P2 demonstrated increased susceptibility to infection. At 15 months, he developed Haemophilus influenzae (serotype F) sepsis and meningitis. He was prone to recurrent perineal candidiasis. He had recurrent episodes of otitis media for which he required grommets. He later developed recurrent lower respiratory tract infections prompting a detailed immunological assessment. This demonstrated normal serum immunoglobulin levels, but poor specific antibody titres to tetanus, pneumococcus and Haemophilus influenzae type B against which he had been previously vaccinated. Booster vaccinations did not improve these titres. Lymphocyte immunophenotyping demonstrated marked B cell lymphopaenia with a total count of 68 × 106 /L (normal 600–1300 × 106 /L), with a relative increase in transitional B cells and reduction in class-switched memory B cells. He was ultimately started on immunoglobulin replacement therapy, Hizentra 200 mg/kg subcutaneously once a week, which led to a significant reduction in his infection burden. Ophthalmology review noted small optic nerves bilaterally.
P2’s imaging demonstrated many of the findings previously documented in Roifman syndrome, including flared iliac wings, metaphyseal flaring, flared costochondral junctions and absent 12th ribs (figure 6). There was also evidence of kyphoscoliosis and mild platyspondyly. As well as absent ossification of the talus and calcaneus, delayed ossification of the distal phalanges was noted (figure 7). Vertebral bodies were noted to be pear-shaped or bullous in nature which caused early diagnostic confusion as these have also not been previously described in Roifman syndrome (figure 8).
Figure 6.
X-ray chest and abdomen showing short ribs with anterior splaying, absent pubic ossification and narrow sacrosciatic notches. 1 week old.
Figure 7.
Left foot X-ray demonstrating absent ossification of talar and calcaneal bones, as well as distal phalanges. 1 month old.
Figure 8.
Sagittal CT thorax with pear-shaped vertebrae. 5 years 9 months.
Investigations
The diagnosis of Roifman syndrome was ultimately established after duo exome sequencing revealed compound heterozygous mutations in RNU4ATAC (n.13C>T;p.?, n.48G>A;p.?) in both P1 and P2, both variants previously described in patients with Roifman syndrome.
Differential diagnosis
The low incidence of Roifman syndrome means that it is poorly recognised in clinical practice.
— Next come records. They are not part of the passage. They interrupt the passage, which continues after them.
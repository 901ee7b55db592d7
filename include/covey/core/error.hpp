#pragma once
// One exception type for every user-facing failure: the CLI prints what() on one line and exits
// non-zero. Messages name the file, line, column or option at fault.
#include <stdexcept>
#include <string>

namespace covey {

class Error : public std::runtime_error {
 public:
  using std::runtime_error::runtime_error;
};

// Input the user supplied is malformed (file content, option values).
class InputError : public Error {
 public:
  using Error::Error;
};

// A size or memory estimate exceeds what the user allowed or the machine has.
class ResourceError : public Error {
 public:
  using Error::Error;
};

}  // namespace covey
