#pragma once
// Memory sizes: the machine's physical memory, the default limit for big allocations, and sizes
// as users type them (512M, 4G, 1.5GiB, 100000).
#include <cstdint>
#include <string>

namespace covey {

std::uint64_t physical_memory_bytes();
// 80% of physical memory, or the size in the environment variable COVEY_MEMORY_LIMIT (e.g. a
// batch job's share of a node, "12G"): the default of every --memory-limit and of the checks
// before large reads. A malformed COVEY_MEMORY_LIMIT is an InputError naming it.
std::uint64_t default_memory_limit();
// Parses a size: a number with an optional binary suffix K, M, G or T (optionally followed by B or
// iB; case-insensitive; 1K = 1024). Throws InputError naming `option` when malformed.
std::uint64_t parse_memory_size(const std::string& text, const std::string& option);
// "1.50 GiB", "12.0 MiB", "512 B".
std::string format_bytes(double bytes);

// The check before a large allocation: throws ResourceError("WHAT needs about X, more than the
// memory limit of Y; SHRINK") when `bytes` exceeds `limit` (0: default_memory_limit()).
// `shrink` names the option that makes it smaller, e.g. "a smaller --draws shrinks it".
void require_memory(double bytes, std::uint64_t limit, const std::string& what,
                    const std::string& shrink);

// Bytes that `count` DAGs of n variables take in memory (one parent word per node each).
double dag_list_bytes(double count, int num_variables);
// The check before holding `count` draws of n variables (and the rows that write them): throws
// the ResourceError of require_memory naming `option` (e.g. "--draws") as what shrinks it.
void require_draws_memory(double count, int num_variables, const std::string& option,
                          std::uint64_t limit = 0);

}  // namespace covey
Here we describe two children who were 8 and 12 years old before a unifying diagnosis was made despite early suspicions of an underlying syndromic immunodeficiency and skeletal dysplasia. Multiple references were made throughout the notes to features similar to mucopolysaccharidosis both clinically and radiologically, despite negative investigations. In particular, coarse facial features, short stature, recurrent respiratory infections and developmental delay were all thought to be concerning for mucopolysaccharidosis. In addition, bullet-shaped vertebrae with anterior central beaking found in P1 would typically be associated with mucopolysaccharidosis and have not previously been reported in Roifman syndrome.2 Urinary glycosaminoglycans were negative, and although a metabolic consult was sought, this diagnosis was ultimately ruled out. Other diagnoses that were considered included Schimke immuno-osseous dysplasia. While the short stature and hypothyroidism were in keeping with this condition, our patients did not have the characteristic renal dysfunction, atherosclerosis or cerebral ischaemia commonly associated with this disease. Radiological features were also thought not to be consistent with the flattened vertebral bodies, laterally displaced femurs or shallow acetabular fossae typically seen in Schmike immuno-osseous dysplasia. This diagnosis was ruled out using DNA sequencing methods.
Treatment
We wished to report evidence of an excellent response to subcutaneous immunoglobulin therapy in both brothers, improving their rates of infection. As this can be administered by parents at home, it has significantly reduced the number of hospital visits required for this family. Three patients who have been treated with intravenous immunoglobulin therapy have been reported.9 10 The boys were previously treated with azithromycin prophylaxis with limited success, and this was ceased once immunoglobulin therapy was established. Multidisciplinary team input has been essential for these boys as, while immunoglobulin administration has effectively treated their immunodeficiency, their development remains delayed and they continue to require support.
Outcome and follow-up
Today both patients are doing well and have had no recent infections or admissions. With multidisciplinary team input, they continue to make developmental progress. P2 has recently had his PEG removed. He remains on thyroxine replacement.
Discussion
Similar to previous studies, our patients displayed many of the recognised features of Roifman syndrome, including brachydactyly, fifth finger clinodactyly, hypertelorism, narrow nasal bridge, hypoplasia of the corpus callosum, intellectual disability, recurrent otitis media, recurrent pneumonia, intrauterine growth restriction, postnatal growth retardation and short stature.1 5 P1 was found to have multiple small muscular VSDs on echocardiogram, a pathology that has also been reported in two previous cases of Roifman syndrome.6 7
We highlight previously undocumented radiological features of Roifman syndrome. Images from P1 show bullet-shaped vertebrae with anterior central beaking. P2 demonstrates pear-shaped vertebral bodies. As well as absent talar and calcaneal ossification, we report delayed ossification of the distal phalanges in P2. Further to Bogaert et al findings of bilateral agenesis of the 12th ribs, we have also documented 11 ribs in P2.3 Short ribs with anterior splaying, flared iliac wings and narrow sacrosciatic notches noted in the neonatal period are consistent with the diagnosis and these findings have been reported previously.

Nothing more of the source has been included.